Search code examples
javascripthtmlcanvastext-to-speech

Text to speech with avatar lip sync, no plug-ins


Is there a JavaScript library or product that exists that provides text-to-speech for animated, speaking avatars, that does not use flash or any other plug-in. The idea is that I type in text and the avatars mouth moves as audio is played.

The aim is a cross-browser, cross device, no-plugins, web-based talking chat avatar.

I looked at CrazyTalk, which seemed perfect, but sadly it turns out that that relies on the unity engine.

I then started to think about rolling my own by combining existing text to speech services and trying to pull phonemes out of an audio wave and make my own dictionary of phonemes to canvas shapes. That doesn't really seem to exist either (and even if it did, I'm not sure how I would work the timing on mouth movement to audio).

Its 2015, I feel like something like this should already exist and I shouldn't be trying to invent it.

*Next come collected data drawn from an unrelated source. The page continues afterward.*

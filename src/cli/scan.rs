//! `pinflow scan` and `pinflow merge`: file handling, threads, the progress
//! bar and the summary printed at the end.

use std::path::{Path, PathBuf};
use std::time::Duration;

use clap::Args;

use super::common::{
    bare_provenance, emit, emit_report, load_point_text, options_json, provenance, FigureStyleArg,
    FlowFlags, FormatArg, PointArgs, Progress,
};
use crate::core::system::System;
use crate::error::{Error, InputError};
use crate::flow::FlowOptions;
use crate::output::provenance::Provenance;
use crate::output::{self, Format};
use crate::scan::figures::ColorBy;
use crate::scan::folder::{self, FolderLock};
use crate::scan::preview;
use crate::scan::run::{check_size, publish, publish_staged, resolve_axes};
use crate::scan::store::{self, Meta, RowFile};
use crate::scan::summary::ScanSummary;
use crate::scan::{partial_path, shard_path, Scan, ScanSpec};

/// `pinflow scan`.
#[derive(Debug, Args)]
pub struct ScanArgs {
    #[command(flatten)]
    pub point: PointArgs,
    /// First axis: NAME=MIN:MAX:N, or NAME=MIN:MAX:N:log for log spacing
    /// [default: `x` of the model's [scan] table].
    #[arg(long, value_name = "AXIS")]
    pub x: Option<String>,
    /// Second axis, as --x [default: `y` of the model's [scan] table, if any].
    #[arg(long, value_name = "AXIS")]
    pub y: Option<String>,
    #[command(flatten)]
    pub flow: FlowFlags,
    #[command(flatten)]
    pub competitors: super::flow::CompetitorFlags,
    /// Output directory [default: out/<model file stem>].
    #[arg(long, value_name = "DIR")]
    pub out: Option<PathBuf>,
    /// Compute only the K-th of N interleaved parts, into DIR/shard-K-of-N.csv
    /// (join the parts with `pinflow merge`); K counts from 1, or from 0
    /// with `--shard-base 0` (a scheduler's array index:
    /// `--shard $SLURM_ARRAY_TASK_ID/N --shard-base 0`).
    #[arg(long, value_name = "K/N", value_parser = parse_shard)]
    pub shard: Option<(usize, usize)>,
    /// Whether the K of --shard counts from 1 (default) or from 0.
    #[arg(long, value_name = "0|1", default_value_t = 1, value_parser = clap::value_parser!(u8).range(0..=1), requires = "shard")]
    pub shard_base: u8,
    /// Continue an interrupted scan without recomputing finished points.
    #[arg(long)]
    pub resume: bool,
    /// Replace the files of an earlier scan in the output directory
    /// (without it, a directory holding them is refused).
    #[arg(long, conflicts_with = "resume")]
    pub overwrite: bool,
    /// Number of worker threads [default: all cores; at most 4 per core].
    #[arg(long, value_name = "N")]
    pub threads: Option<usize>,
    /// No progress bar and no progress lines.
    #[arg(long, short = 'q')]
    pub quiet: bool,
    /// Off a terminal (a batch job's log), print one plain progress line
    /// to standard error every SECONDS (0: never).
    #[arg(long, value_name = "SECONDS", default_value_t = 60)]
    pub progress_every: u64,
    /// Run grids larger than the safety limit, a pairs closure above its
    /// work limit, dense flows above 512 fields and hunted competitors above
    /// their limit.
    #[arg(long)]
    pub force: bool,
    /// Format of the summary printed at the end.
    #[arg(long, value_enum, default_value_t = FormatArg::Text)]
    pub format: FormatArg,
    /// What phase.png/svg is coloured by.
    #[arg(long, value_enum, default_value_t = ColorByArg::Phase)]
    pub color_by: ColorByArg,
    /// How figures look: `screen` (default) or `paper` (3.4 in wide PDF,
    /// 8-9 pt text, title and caption in a `.txt` beside each figure).
    #[arg(long, value_enum, default_value_t = FigureStyleArg::Screen)]
    pub figure_style: FigureStyleArg,
}

/// `pinflow merge`.
#[derive(Debug, Args)]
pub struct MergeArgs {
    /// The shard files (DIR/shard-K-of-N.csv), all N of them.
    #[arg(required = true)]
    pub shards: Vec<PathBuf>,
    /// Output directory [default: the directory of the first shard].
    #[arg(long, value_name = "DIR")]
    pub out: Option<PathBuf>,
    /// Replace the files of an earlier scan or merge in the output
    /// directory (without it, a directory holding them is refused).
    #[arg(long)]
    pub overwrite: bool,
    /// Preview an unfinished scan: join the rows its shards have finished
    /// so far (the shard files given, and for the other shards their
    /// finished or running files beside the first one) into
    /// `points.csv` and `preview.json` [default --out: DIR/preview]; no
    /// summary or figures.
    #[arg(long)]
    pub partial: bool,
    /// Format of the summary printed at the end.
    #[arg(long, value_enum, default_value_t = FormatArg::Text)]
    pub format: FormatArg,
    /// What phase.png/svg is coloured by.
    #[arg(long, value_enum, default_value_t = ColorByArg::Phase)]
    pub color_by: ColorByArg,
    /// How figures look: `screen` (default) or `paper` (3.4 in wide PDF,
    /// 8-9 pt text, title and caption in a `.txt` beside each figure).
    #[arg(long, value_enum, default_value_t = FigureStyleArg::Screen)]
    pub figure_style: FigureStyleArg,
}

/// What a scan's phase map is coloured by.
#[derive(Debug, Clone, Copy, PartialEq, Eq, clap::ValueEnum)]
pub enum ColorByArg {
    /// The phase of the final pinned set of the staged flow.
    Phase,
    /// The first term to reach strong coupling (the map before staging).
    Winner,
}

impl ColorByArg {
    /// The flag's value as typed.
    fn word(self) -> &'static str {
        match self {
            ColorByArg::Phase => "phase",
            ColorByArg::Winner => "winner",
        }
    }
}

impl From<ColorByArg> for ColorBy {
    fn from(c: ColorByArg) -> ColorBy {
        match c {
            ColorByArg::Phase => ColorBy::Phase,
            ColorByArg::Winner => ColorBy::Winner,
        }
    }
}

/// Parse `k/n` (0 <= k <= n; the base is checked in [`shard_of`]).
fn parse_shard(s: &str) -> Result<(usize, usize), String> {
    let (k, n) = s
        .split_once('/')
        .ok_or_else(|| format!("expected K/N, found `{s}`"))?;
    let k: usize = k
        .trim()
        .parse()
        .map_err(|_| format!("expected K/N with whole numbers, found `{s}`"))?;
    let n: usize = n
        .trim()
        .parse()
        .map_err(|_| format!("expected K/N with whole numbers, found `{s}`"))?;
    if n == 0 || k > n {
        return Err(format!("shard K/N needs 1 <= K <= N, found `{s}`"));
    }
    Ok((k, n))
}

/// The shard as (k, n) with k counted from 1, from `--shard` and
/// `--shard-base`.
fn shard_of(args: &ScanArgs) -> Result<Option<(usize, usize)>, Error> {
    let Some((k, n)) = args.shard else {
        return Ok(None);
    };
    let base = usize::from(args.shard_base);
    if k < base || k - base >= n {
        let range = if base == 0 {
            "0 <= K < N"
        } else {
            "1 <= K <= N"
        };
        return Err(InputError::new(
            "command line",
            "--shard",
            format!("with --shard-base {base} a shard K/N needs {range}, found {k}/{n}"),
        )
        .into());
    }
    Ok(Some((k - base + 1, n)))
}

/// Run `pinflow scan`.
pub(super) fn run_scan(args: ScanArgs) -> Result<(), Error> {
    args.figure_style.apply();
    let shard = shard_of(&args)?;
    let (sys, base, text) = load_point_text(&args.point)?;
    let axes = resolve_axes(&sys.model, args.x.as_deref(), args.y.as_deref())?;
    let options = FlowOptions::resolve(&sys.model, &args.flow.overrides())?;
    crate::flow::limits::check_work(&sys, &options, args.force)?;
    let prov = scan_provenance(&args, &sys, &base, &options, &axes)?;
    let spec = ScanSpec {
        axes,
        base,
        options,
        shard,
        competitors: args
            .competitors
            .resolve(&sys)?
            .map(|c| c.forced(args.force)),
    };
    let scan = Scan::new(&sys, text.as_bytes(), spec)?;
    check_size(scan.points(), args.force)?;
    let threads = args.threads.map(thread_count).transpose()?;
    let dir = args
        .out
        .clone()
        .unwrap_or_else(|| default_dir(&args.point.model));
    output::check_output_dir(&dir, "--out")?;
    if let Some(r) = args.point.run_json.as_deref() {
        super::common::check_run_json(r, &[args.point.model.as_path()], None, Some(&dir))?;
    }
    let Some(_lock) = prepare_dir(&dir, &scan.meta, &args, &prov)? else {
        return Ok(());
    };
    if let Some(n) = threads {
        set_threads(n)?;
    }
    let partial = partial_path(&dir, shard);
    let mut file = if args.resume && partial.exists() {
        RowFile::resume(&partial, &scan.meta)?
    } else {
        RowFile::create(&partial, &scan.meta)?
    };
    let todo = scan.count();
    let progress = scan_progress(todo as u64, file.rows as u64, &args);
    scan.run_into(&mut file, &|n| progress.add(n as u64))?;
    progress.finish();
    drop(file);
    match shard {
        Some((k, n)) => {
            let target = shard_path(&dir, k, n);
            std::fs::rename(&partial, &target).map_err(|e| Error::io(&target, e))?;
            let run = target.with_extension("run.json");
            output::write_atomic(&run, output::to_json(&prov)?.as_bytes())?;
            eprintln!(
                "shard {k}/{n}: {todo} points written to {}; join all shards with `pinflow merge`",
                target.display()
            );
            Ok(())
        }
        None => {
            let by = args.color_by.into();
            let summary = publish(&dir, &partial, &scan.meta, by, Some(&prov))?;
            let run_json = args.point.run_json.as_deref();
            print_summary(&dir, &summary, (args.format.into(), run_json), &prov)
        }
    }
}

/// The progress of a scan of `total` points, `done` of them resumed (none
/// with `--quiet`).
fn scan_progress(total: u64, done: u64, args: &ScanArgs) -> Progress {
    let every = if args.quiet { 0 } else { args.progress_every };
    let progress = Progress::new(total, done, "points", Duration::from_secs(every));
    if !args.quiet {
        progress.show("");
    }
    progress
}

/// Create and lock the output directory and check what it holds (see
/// `scan::folder`). None: a `--resume`d shard that is already complete
/// (nothing to do).
fn prepare_dir(
    dir: &Path,
    meta: &Meta,
    args: &ScanArgs,
    prov: &Provenance,
) -> Result<Option<FolderLock>, Error> {
    let shard = meta.shard;
    folder::claim(dir, shard, || match shard {
        Some((k, n)) => check_shard_dir(dir, meta, (k, n), args),
        None => {
            let partial = partial_path(dir, None);
            folder::check_whole(
                dir,
                &partial,
                args.overwrite,
                (Some(args.resume), Some(prov)),
            )
        }
    })
}

/// Create `dir` and take its lock; also says whether the lock file is new
/// (a refused run removes it, leaving the directory as it was).
fn lock_dir(dir: &Path, shard: Option<(usize, usize)>) -> Result<(FolderLock, bool), Error> {
    std::fs::create_dir_all(dir).map_err(|e| Error::io(dir, e))?;
    let created = !dir.join(folder::LOCK).exists();
    Ok((folder::lock(dir, shard)?, created))
}

/// A shard: its finished file is kept unless `--overwrite`; with
/// `--resume` a finished shard of this very scan is nothing to do.
fn check_shard_dir(
    dir: &Path,
    meta: &Meta,
    (k, n): (usize, usize),
    args: &ScanArgs,
) -> Result<bool, Error> {
    if args.overwrite {
        return Ok(true);
    }
    let done = shard_path(dir, k, n);
    if done.exists() {
        if args.resume && store::read_meta(&done).is_ok_and(|m| m == *meta) {
            eprintln!("shard {k}/{n} is already complete in {}", done.display());
            return Ok(false);
        }
        folder::refuse_existing(dir, &[file_name(&done)], "")?;
    }
    let partial = partial_path(dir, Some((k, n)));
    if partial.exists() && !args.resume {
        let found = [format!("the unfinished {}", file_name(&partial))];
        folder::refuse_existing(dir, &found, ", --resume to continue it")?;
    }
    Ok(true)
}

fn file_name(p: &Path) -> String {
    p.file_name()
        .map(|n| n.to_string_lossy().to_string())
        .unwrap_or_default()
}

/// The provenance of a scan: the point off the axes, the grid, the flow
/// and competitor options and the colouring.
fn scan_provenance(
    args: &ScanArgs,
    sys: &System,
    base: &[f64],
    options: &FlowOptions,
    axes: &[crate::scan::Axis],
) -> Result<Provenance, Error> {
    let recorded = options_json(&serde_json::json!({
        "flow": options,
        "competitors": args.competitors.recorded(),
        "color_by": args.color_by.word(),
    }))?;
    let mut prov = provenance("scan", &args.point.model, &sys.model.params, base, recorded)?;
    prov.grid = axes.iter().map(|a| a.spec()).collect();
    Ok(prov)
}

/// Run `pinflow merge`.
pub(super) fn run_merge(args: MergeArgs) -> Result<(), Error> {
    args.figure_style.apply();
    let shards_dir = args.shards[0]
        .parent()
        .filter(|p| !p.as_os_str().is_empty())
        .map_or_else(|| PathBuf::from("."), Path::to_path_buf);
    let dir = match (&args.out, args.partial) {
        (Some(d), _) => d.clone(),
        (None, false) => shards_dir,
        (None, true) => shards_dir.join("preview"),
    };
    output::check_output_dir(&dir, "--out")?;
    let (lock, created) = lock_dir(&dir, None)?;
    // A preview replaces an earlier preview without asking.
    let replaceable = args.overwrite || (args.partial && dir.join(preview::MARK).exists());
    let found = folder::present(&dir, &folder::OUTPUTS);
    let checked = if replaceable {
        Ok(())
    } else {
        folder::refuse_existing(&dir, &found, "")
    };
    if let Err(e) = checked {
        drop(lock);
        if created {
            let _ = std::fs::remove_file(dir.join(folder::LOCK));
        }
        return Err(e);
    }
    folder::remove_temporaries(&dir)?;
    if args.partial {
        return write_preview(&dir, &args);
    }
    let prov = shard_provenance(&args.shards[0])?;
    let (meta, staged) = store::merge(&args.shards, &dir.join("points.csv"))?;
    let summary = publish_staged(&dir, &staged, &meta, args.color_by.into(), Some(&prov))?;
    print_summary(&dir, &summary, (args.format.into(), None), &prov)
}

Edit: Now I'm looking into Microsft.Speech. I really need something that spits out something like IPA in syllables and I'm not sure if MS.Speech does that. TTS wave creation is the easy part. I could send text to the server, match phonetic syllables to mouth point coordinates... if I could just get those syllables broken out. What breaks text into phonetic syllables.


Solution

  • I think I have an approach. In short, no, there does not appear to be an existing utility... Yet ;-)

    I've decide to go with the Microsoft Speech Platform. It does better than return phonemes, it provides the accompanying viseme IDs with the audio position at which they occur. So I can generate a wav file and a viseme meta-data list server-side and retrieve them. Now to figure out how to synchronize them.